Knowledge Graph and Natural Text Integration for Pre-Training of Language Models Our assessment shows that verbalization of KG is an effective way to integrate KG with natural language text. We show this by extending REALM’s search corpus, which contains only Wikipedia text.

To assess the effectiveness of verbalization, we extend the REALM search corpus with the KELM corpus (that is, “verbalized triples”) and compare its performance with the extension with unverbalized concatenated triples. Two common open domain question answering datasets, Natural Questions and Web Questions, use each data extension technique to measure accuracy.

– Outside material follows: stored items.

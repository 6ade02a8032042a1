"""``fitdrag records``: list, show and export the certificates on record."""

from __future__ import annotations

import argparse
import json
import math
from pathlib import Path

#: The default records database: fitdrag.run.records.DEFAULT_FILENAME, written out so that
#: building the parser does not load the records module (a test checks that the two agree).
DEFAULT_FILENAME = "records.sqlite"


def register(subparsers) -> argparse.ArgumentParser:
    p = subparsers.add_parser(
        "records",
        help="list, show or export issued certificates from a records database",
        description=(
            "Read the records database that 'fitdrag run' keeps: every certificate issued, "
            "with its job file, input hashes, result and output files.  Records are never "
            "changed; a corrected certificate is a new record that names the one it replaces."
        ),
        epilog=(
            "Example: fitdrag records --records out/records.sqlite list\n"
            "         fitdrag records --records out/records.sqlite show FD-2026-000001\n"
            "         fitdrag records --records out/records.sqlite export all.csv\n\n"
            "Exit codes: 0 done, 1 a bug (with a traceback), 2 bad arguments, no such "
            "database or certificate, or an existing CSV without --force."
        ),
        formatter_class=argparse.RawDescriptionHelpFormatter,
    )
    p.add_argument(
        "--records",
        metavar="PATH",
        default=DEFAULT_FILENAME,
        help=f"records database file (default: ./{DEFAULT_FILENAME})",
    )
    # --records may also follow the action ("fitdrag records list --records PATH")
    common = argparse.ArgumentParser(add_help=False)
    common.add_argument("--records", metavar="PATH", default=argparse.SUPPRESS,
                        help="records database file")  # fmt: skip
    sub = p.add_subparsers(dest="action", metavar="ACTION", required=True)
    sub.add_parser("list", parents=[common], help="one line per certificate, oldest first")
    show = sub.add_parser("show", parents=[common], help="everything stored for one certificate")
    show.add_argument("number", metavar="NUMBER", help="certificate number, e.g. FD-2026-000001")
    show.add_argument("--job", action="store_true", help="also print the stored job file text")
    show.add_argument("--json", action="store_true", help="print only the stored result JSON")
    exp = sub.add_parser("export", parents=[common], help="write a CSV summary of every record")
    exp.add_argument("csv", metavar="CSV", help="output CSV file")
    exp.add_argument("--force", action="store_true", help="overwrite an existing CSV file")
    return p


def _num(x, fmt="{:.4g}") -> str:
    if x is None or (isinstance(x, float) and not math.isfinite(x)):
        return "-"
    return fmt.format(x)


def run(args) -> int:
    from fitdrag.run.records import Records

    db = Records(Path(args.records), create=False)
    if args.action == "list":
        recs = db.list()
        if not recs:
            print(f"no certificates on record in {args.records}")
            return 0
        head = f"{'number':<16} {'issued':<25} {'specimen':<16} {'Cd':>8} {'U':>8}  decision"
        print(head)
        for r in recs:
            note = f" (replaces {r.replaces})" if r.replaces else ""
            note += f" [replaced by {r.replaced_by}]" if r.replaced_by else ""
            print(
                f"{r.number:<16} {r.issued_at:<25} {(r.specimen_id or '-'):<16} "
                f"{_num(r.drag_coefficient):>8} {_num(r.expanded_uncertainty):>8}  "
                f"{r.decision or '-'}{note}"
            )
        return 0
    if args.action == "show":
        r = db.get(args.number)
        if args.json:
            print(json.dumps(r.result, indent=2, sort_keys=True))
            return 0
        print(f"certificate      {r.number}")
        print(f"issued           {r.issued_at}")
        if r.replaces:
            print(f"replaces         {r.replaces}")
        if r.replaced_by:
            print(f"replaced by      {r.replaced_by}")
        print(f"customer         {r.customer or '-'}")
        print(f"specimen         {r.specimen_id or '-'}")
        print(f"drag coefficient {_num(r.drag_coefficient, '{:.6g}')}")
        print(
            f"expanded unc. U  {_num(r.expanded_uncertainty, '{:.2g}')} "
            f"(k = {_num(r.coverage_factor, '{:.2f}')})"
        )
        print(f"decision         {r.decision or '-'}")
        print(f"software         {r.software_version or '-'}")
        print(f"job file         {r.job_path or '-'}")
        print("input files (SHA-256):")
        for path, digest in sorted(r.input_hashes.items()):
            print(f"  {digest}  {path}")
        print("outputs:")
        for kind, path in sorted(r.outputs.items()):
            print(f"  {kind:<12} {path}")
        if args.job:
            print("job file text:")
            print(r.job_text or "")
        return 0
    out = db.export_csv(Path(args.csv), force=args.force)
    print(f"wrote {len(db)} record(s) to {out}")
    return 0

Extending REALM with concatenated triples improves accuracy and can add information that is not explicitly or at all expressed in the text. However, the extension with verbalized triples allows for a smoother integration of KG and the natural language text corpus, as evidenced by its high accuracy. We also saw the same trend with a knowledge probe called LAMA that queries the model using a blank question.

Conclusion Use KELM to provide the published KG corpus as natural text. We show that KG verbalization can be used to integrate KG with a natural text corpus and overcome structural differences. This includes real-world applications of knowledge-intensive tasks, such as question answering, where the provision of factual knowledge is essential. In addition, such corpora can be applied to pre-training large language models, reducing toxicity and improving facts. We hope that this work will facilitate further progress in integrating structured knowledge sources into pre-training of large language models.

Acknowledgments This work is a collaboration of Oshin Agarwal, Heming Ge, Siamak Shakeri and Rami Al-Rfou. Thanks to William Woods, Jonni Kanerva, Tania Rojas-Esponda, Jianmo Ni, Aaron Cohen and Itai Rolnick for evaluating the synthetic corpus samples and their quality. We would also like to thank Kelvin Guu for his valuable feedback on this treatise.